- Directed by: Aleksandr Mitta Kenji Yoshida
- Written by: Tasiuki Kasikura Aleksandr Mitta Edvard Radzinsky
- Starring: Komaki Kurihara Oleg Vidov Makoto Satō Ivan Dykhovichny Valentin Gaft Oleg Yefremov
- Cinematography: Vladimir Nakhabtsev
- Edited by: N. Veselovskaya
- Music by: Boris Chaikovsky
- Production companies: Mosfilm Toho
- Release date: 1974;
- Running time: 95 minutes
- Countries: Soviet Union, Japan
- Languages: Russian, Japanese

= Moscow, My Love =

Moscow, My Love (Москва, любовь моя, モスクワわが愛) is a 1974 Soviet-Japanese romantic drama directed by Aleksandr Mitta and Kenji Yoshida. The film tells the story of Yuriko, a girl from Hiroshima who comes to Moscow to study ballet. The film's title is a reference to the Alain Resnais film Hiroshima My Love.

==Plot==
Yuriko Ono is a young promising dancer in Japan. Yuriko's opportunity to become a professional dancer comes when she is invited to Moscow to study ballet at the Bolshoi Theatre.

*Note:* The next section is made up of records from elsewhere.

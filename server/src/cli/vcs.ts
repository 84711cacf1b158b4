/**
 * The commands for setups under version control:
 *
 *   eigenspan summary FILE             the physics of FILE as stable text (git's textconv)
 *   eigenspan diff OLD NEW             the physics changes from OLD to NEW
 *   eigenspan diff FILE --rev REV      the changes from FILE at git revision REV to FILE as it is now
 *
 * `--tolerance T` (diff) and `--time-limit`, `--limit` (both) as for `expand`.
 */
import { basename, dirname } from 'node:path';
import { DEFAULT_LIMITS, type Limits } from '../analysis/index';
import type { AnalysisResult } from '../analysis/types';
import { comparePhysics, DEFAULT_TOLERANCE } from './diff';
import { renderChanges } from './diffText';
import { escapeText } from './escape';
import { analyseFile } from './data';
import { limitOption, timeLimit, UsageError, type Io } from './options';
import { readText } from './readtext';
import { renderSummary } from './summary';

/** Reads `--time-limit` and `--limit` at `args[i]`; returns the index of the option's value, or -1. */
function limitArg(args: string[], i: number, limits: Partial<Limits>): number {
  if (args[i] === '--time-limit') limits.maxMillis = timeLimit(args[i + 1]);
  else if (args[i] === '--limit') limitOption(args[i + 1], limits);
  else return -1;
  return i + 1;
}

/** `eigenspan summary FILE`: exit 0 whatever the findings (git treats a failing textconv as an error). */
export function summary(args: string[], io: Io): number {
  const limits: Partial<Limits> = {};
  let file: string | null = null;
  for (let i = 0; i < args.length; i++) {
    const a = args[i]!;
    const j = limitArg(args, i, limits);
    if (j >= 0) i = j;
    else if (a.startsWith('-')) throw new UsageError(`unknown option '${a}' for summary`);
    else if (file === null) file = a;
    else throw new UsageError('summary takes one file');
  }
  if (file === null) throw new UsageError('summary needs a file');
  const text = readText(file, limits.maxFileBytes);
  io.out(renderSummary(analyseFile(file, text, { limits })));
  return 0;
}

/** The text of `file` at git revision `rev` (`git show REV:./NAME` in the file's folder; no shell). */
export function readAtRevision(file: string, rev: string, maxFileBytes = DEFAULT_LIMITS.maxFileBytes): string {
  if (rev === '' || rev.startsWith('-') || /[\0\s:]/.test(rev)) throw new UsageError(`'${escapeText(rev)}' is not a revision`);
  try {
    // Loaded here, not at start: node:child_process (and node:net behind it) costs every fresh process.
    const { execFileSync } = require('node:child_process') as typeof import('node:child_process');
    return execFileSync('git', ['show', `${rev}:./${basename(file)}`], {
      cwd: dirname(file),
      encoding: 'utf8',
      maxBuffer: maxFileBytes * 4,
      stdio: ['ignore', 'pipe', 'pipe'],
    });
  } catch (e) {
    const stderr = String((e as { stderr?: unknown }).stderr ?? '').trim().split('\n')[0] ?? '';
    throw new UsageError(`cannot read '${escapeText(file)}' at revision '${escapeText(rev)}': ${escapeText(stderr || (e as Error).message)}`);
  }
}

function toleranceOption(value: string | undefined): number {
  const v = Number(value);
  if (value === undefined || !Number.isFinite(v) || v < 0) throw new UsageError('--tolerance needs a number of zero or more');
  return v;
}

/** `eigenspan diff`: exit 0 when nothing moved beyond the tolerance, 1 when something did. */
export function diff(args: string[], io: Io): number {
  const limits: Partial<Limits> = {};
  const files: string[] = [];
  let rev: string | null = null;
  let tolerance = DEFAULT_TOLERANCE;
  for (let i = 0; i < args.length; i++) {
    const a = args[i]!;
    const j = limitArg(args, i, limits);
    if (j >= 0) i = j;
    else if (a === '--rev') rev = args[++i] ?? '';
    else if (a === '--tolerance') tolerance = toleranceOption(args[++i]);
    else if (a.startsWith('-')) throw new UsageError(`unknown option '${a}' for diff`);
    else files.push(a);
  }
  if (rev === null ? files.length !== 2 : files.length !== 1) throw new UsageError('diff needs OLD NEW, or FILE --rev REV');
  const newFile = files[files.length - 1]!;
  const oldText = rev === null ? readText(files[0]!, limits.maxFileBytes) : readAtRevision(newFile, rev, limits.maxFileBytes);
  const oldName = rev === null ? files[0]! : `${newFile}@${rev}`;
  const a: AnalysisResult = analyseFile(rev === null ? files[0]! : newFile, oldText, { limits });
  const b: AnalysisResult = analyseFile(newFile, readText(newFile, limits.maxFileBytes), { limits });
  const changes = comparePhysics(a, b, tolerance);
  const unit = (r: AnalysisResult): string => (r.units.energy ? ` ${r.units.energy}` : '');
  io.out(renderChanges(changes, escapeText(oldName), escapeText(newFile), tolerance, { old: unit(a), new: unit(b) }));
  return changes.length > 0 ? 1 : 0;
}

Yuriko finds happiness when she falls in love with a Muscovite sculptor Volodya and wins the competition of the Bolshoi Theatre graduates. But her happiness is short; a diagnosis of blood cancer abruptly impedes her path of dedication to art and seems to plunge her life into a storm ...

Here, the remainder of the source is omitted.